From above temperature plot, it is clear that in each season the temperatures late in the season tended to be higher than normal, while these temperatures tended to be lower than normal earlier in the season. However, it is not easy to establish how much higher.

Regarding difference trends in terms of solar irradiation and rain, can you determine any particular pattern?

Exploration of rice varieties

In fields under study, four rice varieties were planted. They are coded numerically in the data set. Let’s assign names to them and then compute mean yields by variety:

data.Set3$Variety <- "INIA Tacuarí"
data.Set3$Variety[which(data.Set3$Var == 2)] <- "El Pasol"
data.Set3$Variety[which(data.Set3$Var == 3)] <- "Perla"
data.Set3$Variety[which(data.Set3$Var == 4)] <- "INIA Olimar"
with(data.Set3, tapply(Yield, Variety, mean))
##     El Pasol  INIA Olimar INIA Tacuarí        Perla 
##     7064.099     7737.281     6931.632     9307.667
# pay attention to how to query which farmers planted a given variety
with(data.Set3, unique(Farmer[which(Variety == "INIA Tacuarí")]))
## [1] K I L D
## Levels: A B C D E F G H I J K L
with(data.Set3, unique(Farmer[which(Variety == "El Pasol")]))
## [1] K F J G H E A L C
## Levels: A B C D E F G H I J K L
with(data.Set3, unique(Farmer[which(Variety == "INIA Olimar")]))
## [1] B E H
## Levels: A B C D E F G H I J K L
with(data.Set3, unique(Farmer[which(Variety == "Perla")]))
## [1] A
## Levels: A B C D E F G H I J K L
library(lattice)
trellis.device(color = FALSE)
bwplot(Yield ~ Farmer | Variety, data = data.Set3, xlab = "Farmer") 

Based on above code and plot answer these questions: 1. Is there a substantial difference in yields between rice varieties? 2. How many farmers planted all of the varieties? 3. How many farmers used INIA Olimar? 4. How many farmers used Perla?

Summary

According to results of this exploratory analysis, it can be said that any farmer(s) obtain consistently better yields than the rest? Does climate have an important infuence on year-to-year variability? Does terrain have much effect on yield? Does variety have a strong association with yield? Does any other management variable have influence on yield?

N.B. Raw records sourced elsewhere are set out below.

static void free_factors(sl_plan *plan)
{
    for (size_t i = 0; i < plan->n_factors; i++) {
        for (size_t j = 0; j < plan->factors[i].n_levels; j++)
            free(plan->factors[i].levels[j]);
        free(plan->factors[i].levels);
        free(plan->factors[i].level_ref);
        free(plan->factors[i].name);
    }
    free(plan->factors);
}

static void free_splits(sl_plan *plan)
{
    for (size_t i = 0; i < plan->n_splits; i++) {
        for (size_t j = 0; j < plan->splits[i].n_wafers; j++)
            free(plan->splits[i].wafers[j]);
        free(plan->splits[i].wafers);
        free(plan->splits[i].treatments);
        free(plan->splits[i].levels);
        free(plan->splits[i].name);
    }
    free(plan->splits);
}

void sl_plan_free(sl_plan *plan)
{
    if (!plan)
        return;
    for (size_t i = 0; i < plan->n_materials; i++)
        free(plan->materials[i].name);
    for (size_t i = 0; i < plan->n_treatments; i++)
        free(plan->treatments[i].name);
    for (size_t i = 0; i < plan->n_wafers; i++)
        free(plan->wafers[i]);
    for (size_t i = 0; i < plan->n_device_types; i++)
        free(plan->device_types[i].name);
    free(plan->device_types);
    free_dielectrics(plan);
    free_factors(plan);
    free_splits(plan);
    for (size_t i = 0; i < plan->n_batches; i++)
        free(plan->batches[i].step);
    for (size_t i = 0; i < plan->n_generators; i++)
        free(plan->generators[i].of);
    free(plan->batches);
    free(plan->generators);
    free(plan->processed);
    free(plan->wafers);
    free(plan->treatments);
    free(plan->materials);
    free(plan->temperatures_K);
    free(plan->lot);
    free(plan->title);
    free(plan->text);
    free(plan->path);
    free(plan);
}

long sl_plan_device_type_index(const sl_plan *plan, const char *name)
{
    for (size_t i = 0; i < plan->n_device_types; i++)
        if (strcmp(plan->device_types[i].name, name) == 0)
            return (long)i;
    return -1;
}

static sl_status finish(plan_ctx *c, sl_plan **out)
{
    if (c->nomem) {
        sl_diag_error(c->diag, "out of memory while reading plan '%s'", c->file);
        sl_plan_free(c->plan);
        return SL_ENOMEM;
    }
    if (c->n_errors > 0) {
        sl_plan_free(c->plan);
        return SL_EINPUT;
    }
    *out = c->plan;
    return SL_OK;
}

static void read_text(plan_ctx *c, const char *text, size_t len)
{
    tree t = { .c = c };
    build_tree(&t, text, len);
    if (!t.failed && !c->nomem) {
        if (!t.root) {
            yn start = { .line = 1, .col = 1 };
            sl__plan_error(c, &start, "the plan is empty");
        } else {
            sl__plan_convert(c, t.root);
        }
    }
    tree_free(&t);
}

sl_status sl_plan_parse(sl_plan **out, const char *text, size_t len, const char *name,
                        sl_diag *diag)
{
    *out = NULL;
    plan_ctx c = { .diag = diag, .file = name ? name : "plan" };
    if (len > SL_PLAN_MAX_BYTES) {
        sl_diag_add(diag, SL_SEV_ERROR, c.file, 0, 0,
                    "the file is larger than the 1 MiB a plan may have (%zu bytes)", len);
        return SL_EINPUT;
    }
    c.plan = sl__plan_calloc(&c, 1, sizeof *c.plan);
    if (c.plan) {
        c.plan->path = sl__plan_strdup(&c, c.file);
        c.plan->text = sl__plan_calloc(&c, len + 1, 1);
        if (c.plan->text) {
            memcpy(c.plan->text, text, len);
            c.plan->text_len = len;
        }
    }
    if (!c.nomem)
        read_text(&c, text, len);
    return finish(&c, out);
}

sl_status sl_plan_load(sl_plan **out, const char *path, sl_diag *diag)
{
    *out = NULL;
    FILE *f = fopen(path, "rb");
    if (!f) {
        sl_diag_add(diag, SL_SEV_ERROR, path, 0, 0, "cannot open the plan");
        return SL_EIO;
    }
    size_t cap = SL_PLAN_MAX_BYTES + 1; /* one byte more tells an oversized file */
    char *buf = malloc(cap);
    if (!buf) {
        fclose(f);
        return SL_ENOMEM;
    }
    size_t len = fread(buf, 1, cap, f);
    int bad = ferror(f);
    fclose(f);
    if (bad) {
        free(buf);
        sl_diag_add(diag, SL_SEV_ERROR, path, 0, 0, "cannot read the plan");
        return SL_EIO;
    }
    sl_status st = sl_plan_parse(out, buf, len, path, diag);
    free(buf);
    return st;
}
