static void bind_blob(sl__stmt *st, int i, const void *data, size_t bytes)
{
    char *copy = malloc(bytes ? bytes : 1);
    if (copy && bytes)
        memcpy(copy, data, bytes);
    set_param(st, i, copy, (int)bytes, 1, PG_BYTEA_OID);
}

static void bind_null(sl__stmt *st, int i) { set_param(st, i, NULL, 0, 0, 0); }

/* ---- columns ---- */

static int has_value(pg_stmt *st, int c)
{
    return st->res && st->row >= 0 && st->row < st->n_rows && c >= 0 &&
           c < PQnfields(st->res) && !PQgetisnull(st->res, st->row, c);
}

static int column_is_null(sl__stmt *st, int c) { return !has_value(P(st), c); }

static long long column_int64(sl__stmt *base, int c)
{
    pg_stmt *st = P(base);
    if (!has_value(st, c))
        return 0;
    const char *v = PQgetvalue(st->res, st->row, c);
    if (PQftype(st->res, c) == PG_BOOL_OID)
        return v[0] == 't';
    return strtoll(v, NULL, 10);
}

static double column_double(sl__stmt *base, int c)
{
    pg_stmt *st = P(base);
    if (!has_value(st, c))
        return 0.0;
    const char *v = PQgetvalue(st->res, st->row, c);
    if (PQftype(st->res, c) == PG_BOOL_OID)
        return v[0] == 't';
    return strtod(v, NULL);
}

static const char *column_text(sl__stmt *base, int c)
{
    pg_stmt *st = P(base);
    return has_value(st, c) ? PQgetvalue(st->res, st->row, c) : NULL;
}

static int hex_digit(char h)
{
    if (h >= '0' && h <= '9')
        return h - '0';
    if (h >= 'a' && h <= 'f')
        return h - 'a' + 10;
    if (h >= 'A' && h <= 'F')
        return h - 'A' + 10;
    return -1;
}

/* bytea's text form, \x and two hex digits a byte, decoded once per cell. */
static void decode_blob(pg_stmt *st, int c)
{
    if (st->blob_row == st->row && st->blob_col == c)
        return;
    st->blob_bytes = 0;
    st->blob_row = st->row;
    st->blob_col = c;
    if (!has_value(st, c))
        return;
    const char *v = PQgetvalue(st->res, st->row, c);
    size_t len = (size_t)PQgetlength(st->res, st->row, c);
    if (len < 2 || v[0] != '\\' || v[1] != 'x')
        return;
    size_t n = (len - 2) / 2;
    unsigned char *buf = realloc(st->blob, n ? n : 1);
    if (!buf)
        return;
    st->blob = buf;
    for (size_t i = 0; i < n; i++) {
        int hi = hex_digit(v[2 + 2 * i]), lo = hex_digit(v[3 + 2 * i]);
        if (hi < 0 || lo < 0)
            return;
        buf[i] = (unsigned char)(hi << 4 | lo);
    }
    st->blob_bytes = n;
}

static const void *column_blob(sl__stmt *base, int c)
{
    pg_stmt *st = P(base);
    decode_blob(st, c);
    return st->blob_bytes ? st->blob : NULL;
}

static size_t column_bytes(sl__stmt *base, int c)
{
    pg_stmt *st = P(base);
    if (has_value(st, c) && PQftype(st->res, c) != PG_BYTEA_OID)
        return (size_t)PQgetlength(st->res, st->row, c);
    decode_blob(st, c);
    return st->blob_bytes;
}

static const sl__db_ops pg_ops = {
    db_close, db_errmsg, db_errkind, db_syserr, db_readonly, db_in_transaction, db_changes,
    db_exec, db_prepare, st_step, st_reset, st_finalize, bind_int64, bind_double, bind_text,
    bind_blob, bind_null, column_is_null, column_int64, column_double, column_text,
    column_blob, column_bytes,
};

/* The library prints nothing: the server's notices are dropped. */
static void ignore_notice(void *arg, const char *message)
{
    (void)arg;
    (void)message;
}

/* Why a connection failed: a refused login or an unreachable server. */
static void connect_failure(pg_db *db)
{
    const char *text = PQerrorMessage(db->conn);
    const char *fatal = strstr(text, "FATAL:  "); /* the server's own words */
    first_line(db->message, sizeof db->message, fatal ? fatal : text);
    if (strstr(text, "FATAL:  database \"") && strstr(text, "\" does not exist")) {
        db->kind = SL__DBE_NODB;
        return;
    }
    db->kind = (PQconnectionNeedsPassword(db->conn) || strstr(text, "authentication failed") ||
                strstr(text, "password") || (strstr(text, "role") && strstr(text, "does not exist")))
                   ? SL__DBE_AUTH
                   : SL__DBE_CONNECTION;
}

int sl__db_pg_open(sl__db **out, const char *url)
{
    pg_db *db = calloc(1, sizeof *db);
    if (!db)
        return SL__DB_FAIL;
    db->base.ops = &pg_ops;
    db->base.kind = SL__DB_PG;
    *out = &db->base;
    if (sl__pq_load(db->message, sizeof db->message) != 0)
        return SL__DB_FAIL; /* said as it is: no server was tried */
    db->conn = PQconnectdb(url);
    if (!db->conn) {
        snprintf(db->message, sizeof db->message, "out of memory");
        return SL__DB_FAIL;
    }
    if (PQstatus(db->conn) != CONNECTION_OK) {
        connect_failure(db);
        return SL__DB_FAIL;
    }
    PQsetNoticeProcessor(db->conn, ignore_notice, NULL);
    /* every double back bit for bit (shortest exact text), notices off */
    return db_exec(&db->base, "SET client_min_messages = warning; SET extra_float_digits = 3");
}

Now, it’s your turn to type code

Do not forget to replicate this exercise by typing the code. Remember: do not copy and paste. When you copy and paste, you almost always take a macro view and conclude with ‘claro, ya entiendo la logica’ (but you don’t). When you type it in line by line, you are seeing each line and are forced to inspect it more (and to try your own variations to improve it). As a result, you learn much better.

Again, it would of benefit if you apply code here to your own data.

REFERENCES

Plant, R.E., 2012. Spatial Data Analysis in Ecology and Agriculture using R. CRC Press, Boca Raton, FL.

Teetor, P., 2011. R Cookbox. O’Reilly, Sebastopol, CA.

Tukey, J.W., 1977. Exploratoty Data Analysis. Addison-Wesley, Reading, MA.